RECORDS SHOWN:
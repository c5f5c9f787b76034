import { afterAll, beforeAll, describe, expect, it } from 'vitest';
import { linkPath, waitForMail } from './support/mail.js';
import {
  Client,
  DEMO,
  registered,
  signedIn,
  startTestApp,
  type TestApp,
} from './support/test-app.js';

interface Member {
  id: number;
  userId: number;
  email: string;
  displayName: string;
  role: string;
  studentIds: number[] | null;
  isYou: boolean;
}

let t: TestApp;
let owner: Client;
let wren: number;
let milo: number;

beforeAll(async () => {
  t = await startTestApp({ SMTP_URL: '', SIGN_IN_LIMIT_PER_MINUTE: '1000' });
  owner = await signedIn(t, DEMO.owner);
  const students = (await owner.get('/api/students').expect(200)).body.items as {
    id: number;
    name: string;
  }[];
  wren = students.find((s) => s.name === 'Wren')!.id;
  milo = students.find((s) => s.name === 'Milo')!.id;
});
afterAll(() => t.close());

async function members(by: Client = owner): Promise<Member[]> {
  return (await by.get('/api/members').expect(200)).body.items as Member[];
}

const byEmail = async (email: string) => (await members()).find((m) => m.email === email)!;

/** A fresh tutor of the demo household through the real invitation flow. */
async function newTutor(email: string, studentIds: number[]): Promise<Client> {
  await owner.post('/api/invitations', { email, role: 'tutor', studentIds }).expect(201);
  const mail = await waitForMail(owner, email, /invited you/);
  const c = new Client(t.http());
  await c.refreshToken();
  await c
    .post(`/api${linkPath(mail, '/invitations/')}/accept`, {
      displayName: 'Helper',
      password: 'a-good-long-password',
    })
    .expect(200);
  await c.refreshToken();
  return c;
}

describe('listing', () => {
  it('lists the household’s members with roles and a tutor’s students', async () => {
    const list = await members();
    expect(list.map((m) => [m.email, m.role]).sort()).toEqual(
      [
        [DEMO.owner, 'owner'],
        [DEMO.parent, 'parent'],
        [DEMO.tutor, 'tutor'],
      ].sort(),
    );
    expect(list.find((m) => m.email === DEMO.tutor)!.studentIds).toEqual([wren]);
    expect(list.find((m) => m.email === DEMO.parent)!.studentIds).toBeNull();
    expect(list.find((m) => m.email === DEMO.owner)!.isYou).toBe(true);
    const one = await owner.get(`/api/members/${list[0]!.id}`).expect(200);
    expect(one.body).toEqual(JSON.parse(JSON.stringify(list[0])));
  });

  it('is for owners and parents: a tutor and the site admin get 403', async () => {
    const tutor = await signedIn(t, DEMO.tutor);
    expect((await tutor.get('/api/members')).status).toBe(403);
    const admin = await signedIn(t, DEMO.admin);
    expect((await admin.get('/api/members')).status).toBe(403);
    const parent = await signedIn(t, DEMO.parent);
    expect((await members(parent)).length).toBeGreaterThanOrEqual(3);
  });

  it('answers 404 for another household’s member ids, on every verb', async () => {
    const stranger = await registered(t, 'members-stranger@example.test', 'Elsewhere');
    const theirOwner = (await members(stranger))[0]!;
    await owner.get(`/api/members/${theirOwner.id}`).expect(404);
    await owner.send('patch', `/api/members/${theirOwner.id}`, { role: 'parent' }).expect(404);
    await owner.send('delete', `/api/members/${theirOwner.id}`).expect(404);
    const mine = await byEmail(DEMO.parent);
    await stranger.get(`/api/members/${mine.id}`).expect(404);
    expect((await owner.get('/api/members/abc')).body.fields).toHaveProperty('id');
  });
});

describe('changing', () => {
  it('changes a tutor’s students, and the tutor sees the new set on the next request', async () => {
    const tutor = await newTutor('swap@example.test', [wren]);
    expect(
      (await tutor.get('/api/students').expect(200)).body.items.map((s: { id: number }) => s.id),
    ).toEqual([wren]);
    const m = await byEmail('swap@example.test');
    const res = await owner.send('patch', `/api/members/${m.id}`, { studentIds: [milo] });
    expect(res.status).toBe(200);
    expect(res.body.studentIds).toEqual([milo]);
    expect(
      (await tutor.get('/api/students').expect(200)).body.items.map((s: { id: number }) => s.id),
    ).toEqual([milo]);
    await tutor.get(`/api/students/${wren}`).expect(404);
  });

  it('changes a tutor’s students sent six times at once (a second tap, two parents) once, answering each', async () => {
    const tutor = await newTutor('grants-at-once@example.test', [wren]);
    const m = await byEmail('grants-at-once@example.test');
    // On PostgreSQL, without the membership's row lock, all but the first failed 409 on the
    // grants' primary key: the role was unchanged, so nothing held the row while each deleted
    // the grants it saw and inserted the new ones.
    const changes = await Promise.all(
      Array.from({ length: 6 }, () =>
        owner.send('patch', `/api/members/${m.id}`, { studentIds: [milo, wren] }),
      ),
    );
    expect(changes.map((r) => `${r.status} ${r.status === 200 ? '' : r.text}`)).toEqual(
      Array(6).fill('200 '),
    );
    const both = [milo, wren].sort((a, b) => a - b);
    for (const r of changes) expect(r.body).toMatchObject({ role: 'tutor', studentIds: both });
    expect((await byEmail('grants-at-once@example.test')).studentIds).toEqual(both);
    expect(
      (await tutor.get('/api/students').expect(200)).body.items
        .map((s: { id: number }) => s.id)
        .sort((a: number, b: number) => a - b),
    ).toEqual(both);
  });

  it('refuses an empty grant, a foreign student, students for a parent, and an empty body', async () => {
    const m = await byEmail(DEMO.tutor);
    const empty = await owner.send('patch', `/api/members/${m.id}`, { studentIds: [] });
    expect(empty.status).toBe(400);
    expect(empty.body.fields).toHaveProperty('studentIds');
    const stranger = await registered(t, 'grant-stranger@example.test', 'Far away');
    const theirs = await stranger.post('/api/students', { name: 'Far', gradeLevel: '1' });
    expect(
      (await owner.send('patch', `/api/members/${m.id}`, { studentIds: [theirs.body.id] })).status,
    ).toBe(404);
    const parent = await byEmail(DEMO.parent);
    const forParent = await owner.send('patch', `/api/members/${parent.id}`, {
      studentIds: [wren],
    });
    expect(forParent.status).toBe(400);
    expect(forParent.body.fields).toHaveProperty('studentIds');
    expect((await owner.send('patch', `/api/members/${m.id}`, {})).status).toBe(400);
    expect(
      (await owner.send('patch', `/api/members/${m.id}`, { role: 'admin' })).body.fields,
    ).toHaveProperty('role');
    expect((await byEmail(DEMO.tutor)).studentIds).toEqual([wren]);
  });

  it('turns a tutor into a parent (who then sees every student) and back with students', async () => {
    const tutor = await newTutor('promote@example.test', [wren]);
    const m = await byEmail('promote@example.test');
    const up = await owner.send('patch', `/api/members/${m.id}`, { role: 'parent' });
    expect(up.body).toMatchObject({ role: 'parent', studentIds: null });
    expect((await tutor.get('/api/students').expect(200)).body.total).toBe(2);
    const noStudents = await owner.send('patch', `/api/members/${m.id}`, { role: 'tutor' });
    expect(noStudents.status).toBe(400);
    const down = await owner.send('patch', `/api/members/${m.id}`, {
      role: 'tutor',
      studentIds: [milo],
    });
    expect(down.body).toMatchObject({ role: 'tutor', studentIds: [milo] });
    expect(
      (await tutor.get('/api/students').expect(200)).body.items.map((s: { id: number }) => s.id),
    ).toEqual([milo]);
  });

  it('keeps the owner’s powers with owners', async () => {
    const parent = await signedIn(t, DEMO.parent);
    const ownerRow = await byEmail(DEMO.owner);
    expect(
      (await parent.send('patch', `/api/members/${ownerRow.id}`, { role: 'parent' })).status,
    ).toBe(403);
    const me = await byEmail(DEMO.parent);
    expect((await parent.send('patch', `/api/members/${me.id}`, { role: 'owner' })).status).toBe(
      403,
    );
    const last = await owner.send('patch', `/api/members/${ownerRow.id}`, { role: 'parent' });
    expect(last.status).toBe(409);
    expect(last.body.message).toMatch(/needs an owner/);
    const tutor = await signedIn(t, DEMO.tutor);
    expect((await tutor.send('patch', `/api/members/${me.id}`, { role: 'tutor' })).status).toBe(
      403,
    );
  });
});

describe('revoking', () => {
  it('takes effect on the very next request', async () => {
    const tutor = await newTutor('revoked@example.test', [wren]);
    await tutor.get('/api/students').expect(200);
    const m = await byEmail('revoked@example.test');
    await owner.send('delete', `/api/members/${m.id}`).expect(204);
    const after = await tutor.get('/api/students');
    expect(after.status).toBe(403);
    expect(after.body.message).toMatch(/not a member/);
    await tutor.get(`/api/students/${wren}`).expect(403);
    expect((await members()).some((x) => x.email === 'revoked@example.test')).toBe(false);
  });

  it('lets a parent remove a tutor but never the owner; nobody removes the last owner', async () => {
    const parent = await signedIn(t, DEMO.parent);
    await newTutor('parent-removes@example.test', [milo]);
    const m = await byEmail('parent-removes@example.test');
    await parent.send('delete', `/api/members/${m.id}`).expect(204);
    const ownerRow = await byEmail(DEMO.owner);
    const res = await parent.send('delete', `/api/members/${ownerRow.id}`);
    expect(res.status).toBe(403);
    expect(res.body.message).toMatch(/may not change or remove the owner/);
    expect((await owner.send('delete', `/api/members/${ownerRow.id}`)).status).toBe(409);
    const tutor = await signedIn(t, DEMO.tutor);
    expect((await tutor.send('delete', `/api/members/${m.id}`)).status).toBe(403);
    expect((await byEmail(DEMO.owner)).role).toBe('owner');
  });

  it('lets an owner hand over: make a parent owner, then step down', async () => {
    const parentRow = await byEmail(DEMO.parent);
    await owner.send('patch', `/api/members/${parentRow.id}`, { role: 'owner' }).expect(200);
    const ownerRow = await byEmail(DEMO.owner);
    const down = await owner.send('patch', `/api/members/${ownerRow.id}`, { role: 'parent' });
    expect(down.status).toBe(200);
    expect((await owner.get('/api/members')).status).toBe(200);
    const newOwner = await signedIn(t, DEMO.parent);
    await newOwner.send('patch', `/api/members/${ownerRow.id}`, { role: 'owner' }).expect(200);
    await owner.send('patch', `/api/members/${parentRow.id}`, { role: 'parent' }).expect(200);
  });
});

==

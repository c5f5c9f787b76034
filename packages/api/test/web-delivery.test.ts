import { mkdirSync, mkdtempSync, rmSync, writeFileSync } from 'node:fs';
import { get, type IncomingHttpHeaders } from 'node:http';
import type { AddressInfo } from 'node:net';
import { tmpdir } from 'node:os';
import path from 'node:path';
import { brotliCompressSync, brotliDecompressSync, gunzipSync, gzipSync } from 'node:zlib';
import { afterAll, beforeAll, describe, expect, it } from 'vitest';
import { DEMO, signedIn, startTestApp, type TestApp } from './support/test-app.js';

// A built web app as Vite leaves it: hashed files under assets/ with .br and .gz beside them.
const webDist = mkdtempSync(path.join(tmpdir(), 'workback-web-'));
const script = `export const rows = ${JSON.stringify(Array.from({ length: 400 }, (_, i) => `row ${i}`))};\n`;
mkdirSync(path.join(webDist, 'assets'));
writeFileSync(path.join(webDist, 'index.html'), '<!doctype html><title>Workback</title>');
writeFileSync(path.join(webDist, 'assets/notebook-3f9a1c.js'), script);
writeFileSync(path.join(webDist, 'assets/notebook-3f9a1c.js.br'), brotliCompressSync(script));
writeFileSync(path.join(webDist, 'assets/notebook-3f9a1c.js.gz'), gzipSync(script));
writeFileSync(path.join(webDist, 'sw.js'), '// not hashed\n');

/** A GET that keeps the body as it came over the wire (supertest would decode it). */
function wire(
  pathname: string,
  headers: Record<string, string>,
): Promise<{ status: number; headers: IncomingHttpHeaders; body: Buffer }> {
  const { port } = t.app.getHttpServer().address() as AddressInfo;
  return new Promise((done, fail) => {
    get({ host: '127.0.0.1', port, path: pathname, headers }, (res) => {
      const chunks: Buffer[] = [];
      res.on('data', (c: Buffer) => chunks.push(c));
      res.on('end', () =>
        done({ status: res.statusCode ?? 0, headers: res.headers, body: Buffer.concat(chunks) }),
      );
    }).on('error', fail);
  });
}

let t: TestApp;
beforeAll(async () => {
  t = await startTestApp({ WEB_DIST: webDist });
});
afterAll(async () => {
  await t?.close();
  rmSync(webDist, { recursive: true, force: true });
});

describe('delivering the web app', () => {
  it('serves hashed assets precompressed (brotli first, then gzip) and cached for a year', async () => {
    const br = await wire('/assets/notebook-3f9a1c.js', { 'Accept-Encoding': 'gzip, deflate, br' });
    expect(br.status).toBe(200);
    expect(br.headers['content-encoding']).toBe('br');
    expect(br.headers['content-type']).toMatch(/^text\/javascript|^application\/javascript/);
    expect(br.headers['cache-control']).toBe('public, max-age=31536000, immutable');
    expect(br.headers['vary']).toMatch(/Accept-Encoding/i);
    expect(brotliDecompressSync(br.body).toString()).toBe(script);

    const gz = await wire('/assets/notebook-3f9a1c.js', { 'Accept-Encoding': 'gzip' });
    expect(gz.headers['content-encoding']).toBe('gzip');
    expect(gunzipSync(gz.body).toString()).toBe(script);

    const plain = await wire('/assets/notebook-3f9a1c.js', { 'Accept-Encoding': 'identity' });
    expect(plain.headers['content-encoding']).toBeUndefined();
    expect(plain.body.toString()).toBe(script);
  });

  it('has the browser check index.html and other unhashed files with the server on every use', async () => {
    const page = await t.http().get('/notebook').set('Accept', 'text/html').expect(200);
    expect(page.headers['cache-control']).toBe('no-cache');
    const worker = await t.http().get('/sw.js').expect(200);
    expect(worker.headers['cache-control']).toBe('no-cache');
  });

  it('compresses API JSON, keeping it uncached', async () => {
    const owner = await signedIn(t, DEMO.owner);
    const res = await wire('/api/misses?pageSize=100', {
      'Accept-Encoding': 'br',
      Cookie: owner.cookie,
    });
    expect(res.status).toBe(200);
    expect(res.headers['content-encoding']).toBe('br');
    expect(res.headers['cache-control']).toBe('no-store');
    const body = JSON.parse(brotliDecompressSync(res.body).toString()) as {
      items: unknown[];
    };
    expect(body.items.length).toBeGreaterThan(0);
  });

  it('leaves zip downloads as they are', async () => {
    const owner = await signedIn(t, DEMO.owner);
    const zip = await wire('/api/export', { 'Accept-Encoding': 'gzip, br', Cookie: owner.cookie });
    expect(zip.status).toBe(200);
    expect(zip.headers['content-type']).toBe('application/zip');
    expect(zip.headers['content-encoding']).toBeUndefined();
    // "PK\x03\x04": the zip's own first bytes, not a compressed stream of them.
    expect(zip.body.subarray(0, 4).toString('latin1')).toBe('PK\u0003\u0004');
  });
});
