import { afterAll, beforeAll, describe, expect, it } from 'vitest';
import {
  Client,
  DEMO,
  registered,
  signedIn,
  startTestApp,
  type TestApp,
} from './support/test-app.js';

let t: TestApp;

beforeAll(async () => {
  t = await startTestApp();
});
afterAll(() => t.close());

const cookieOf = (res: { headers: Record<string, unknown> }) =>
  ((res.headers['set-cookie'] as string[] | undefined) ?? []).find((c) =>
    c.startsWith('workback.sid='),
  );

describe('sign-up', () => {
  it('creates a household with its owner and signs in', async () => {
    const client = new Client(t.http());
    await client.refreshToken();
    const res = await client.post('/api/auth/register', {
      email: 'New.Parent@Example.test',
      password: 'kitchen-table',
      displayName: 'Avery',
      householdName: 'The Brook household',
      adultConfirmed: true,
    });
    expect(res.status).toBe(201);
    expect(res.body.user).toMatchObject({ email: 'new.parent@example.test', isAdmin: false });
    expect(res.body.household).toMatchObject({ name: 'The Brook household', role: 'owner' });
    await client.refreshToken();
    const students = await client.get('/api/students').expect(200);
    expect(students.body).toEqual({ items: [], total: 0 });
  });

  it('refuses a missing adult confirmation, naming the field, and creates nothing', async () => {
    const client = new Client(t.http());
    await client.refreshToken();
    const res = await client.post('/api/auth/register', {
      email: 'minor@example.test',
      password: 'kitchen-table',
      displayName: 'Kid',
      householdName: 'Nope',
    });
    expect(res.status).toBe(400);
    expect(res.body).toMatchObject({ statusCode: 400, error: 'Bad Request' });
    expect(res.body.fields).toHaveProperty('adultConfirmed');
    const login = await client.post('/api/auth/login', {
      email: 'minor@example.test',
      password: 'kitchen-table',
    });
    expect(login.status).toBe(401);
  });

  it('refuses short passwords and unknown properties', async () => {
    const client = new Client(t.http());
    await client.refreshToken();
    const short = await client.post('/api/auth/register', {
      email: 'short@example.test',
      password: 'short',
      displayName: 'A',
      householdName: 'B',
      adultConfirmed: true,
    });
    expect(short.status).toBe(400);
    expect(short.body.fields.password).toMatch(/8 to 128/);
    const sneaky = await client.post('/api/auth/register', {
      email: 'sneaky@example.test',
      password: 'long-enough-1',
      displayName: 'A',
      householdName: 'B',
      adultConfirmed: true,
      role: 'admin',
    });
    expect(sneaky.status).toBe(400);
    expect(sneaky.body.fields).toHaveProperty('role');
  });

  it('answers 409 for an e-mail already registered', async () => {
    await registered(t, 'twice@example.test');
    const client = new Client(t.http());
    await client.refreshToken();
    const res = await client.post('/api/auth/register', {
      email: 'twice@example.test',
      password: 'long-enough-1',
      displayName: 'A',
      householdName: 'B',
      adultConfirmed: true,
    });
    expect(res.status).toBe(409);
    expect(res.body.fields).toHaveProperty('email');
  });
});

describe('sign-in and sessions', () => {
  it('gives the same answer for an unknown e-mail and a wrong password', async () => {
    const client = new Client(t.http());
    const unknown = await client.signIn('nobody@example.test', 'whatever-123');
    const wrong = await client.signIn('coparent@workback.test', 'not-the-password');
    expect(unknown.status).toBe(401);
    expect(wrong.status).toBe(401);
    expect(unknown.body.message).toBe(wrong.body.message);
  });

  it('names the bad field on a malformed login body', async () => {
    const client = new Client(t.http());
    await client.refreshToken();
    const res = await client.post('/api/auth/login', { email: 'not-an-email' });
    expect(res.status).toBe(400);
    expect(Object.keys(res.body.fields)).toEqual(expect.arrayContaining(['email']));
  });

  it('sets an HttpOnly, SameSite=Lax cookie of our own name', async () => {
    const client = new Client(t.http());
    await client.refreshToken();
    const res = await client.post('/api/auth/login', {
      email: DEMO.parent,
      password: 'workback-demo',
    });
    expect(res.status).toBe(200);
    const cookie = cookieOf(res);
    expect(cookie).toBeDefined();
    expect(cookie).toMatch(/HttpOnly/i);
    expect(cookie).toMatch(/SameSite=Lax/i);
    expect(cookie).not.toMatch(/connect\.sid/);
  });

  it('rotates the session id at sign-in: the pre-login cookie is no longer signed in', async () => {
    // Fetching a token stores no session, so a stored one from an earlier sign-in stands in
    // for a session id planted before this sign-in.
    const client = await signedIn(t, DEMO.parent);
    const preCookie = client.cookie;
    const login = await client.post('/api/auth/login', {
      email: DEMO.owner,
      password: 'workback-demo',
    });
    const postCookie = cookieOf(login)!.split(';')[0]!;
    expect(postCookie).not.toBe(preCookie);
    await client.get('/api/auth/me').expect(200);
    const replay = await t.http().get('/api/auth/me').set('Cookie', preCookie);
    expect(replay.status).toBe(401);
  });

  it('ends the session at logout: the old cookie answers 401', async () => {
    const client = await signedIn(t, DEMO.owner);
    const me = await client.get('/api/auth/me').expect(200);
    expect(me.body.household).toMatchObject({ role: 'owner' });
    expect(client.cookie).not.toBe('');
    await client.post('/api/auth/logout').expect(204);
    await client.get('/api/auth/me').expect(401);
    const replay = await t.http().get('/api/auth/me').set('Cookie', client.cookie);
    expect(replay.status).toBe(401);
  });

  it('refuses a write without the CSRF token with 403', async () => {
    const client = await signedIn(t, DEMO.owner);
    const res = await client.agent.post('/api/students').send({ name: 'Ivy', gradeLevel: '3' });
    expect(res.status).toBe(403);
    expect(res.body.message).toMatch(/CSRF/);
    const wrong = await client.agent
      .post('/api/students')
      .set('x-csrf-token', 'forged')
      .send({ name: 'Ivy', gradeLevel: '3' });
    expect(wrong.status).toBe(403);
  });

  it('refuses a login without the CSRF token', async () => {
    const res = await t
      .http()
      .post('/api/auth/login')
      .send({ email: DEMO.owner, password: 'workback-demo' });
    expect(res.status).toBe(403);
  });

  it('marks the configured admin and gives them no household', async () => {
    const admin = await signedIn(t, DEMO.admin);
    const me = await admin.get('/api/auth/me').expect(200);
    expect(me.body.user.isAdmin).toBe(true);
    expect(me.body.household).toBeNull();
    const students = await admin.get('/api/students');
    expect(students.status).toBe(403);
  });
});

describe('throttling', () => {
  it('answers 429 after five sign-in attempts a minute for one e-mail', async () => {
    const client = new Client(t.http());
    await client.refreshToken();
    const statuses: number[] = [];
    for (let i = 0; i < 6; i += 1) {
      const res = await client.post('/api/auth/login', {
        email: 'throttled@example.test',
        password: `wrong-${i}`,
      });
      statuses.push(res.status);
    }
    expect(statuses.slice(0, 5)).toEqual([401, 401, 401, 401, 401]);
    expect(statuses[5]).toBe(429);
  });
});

REQUIREMENT:
Whenever the string "linkPath" shows up in a line above, copy that line.

ANSWER TO THE EXERCISE:
import { linkPath, waitForMail } from './support/mail.js';
    .post(`/api${linkPath(mail, '/invitations/')}/accept`, {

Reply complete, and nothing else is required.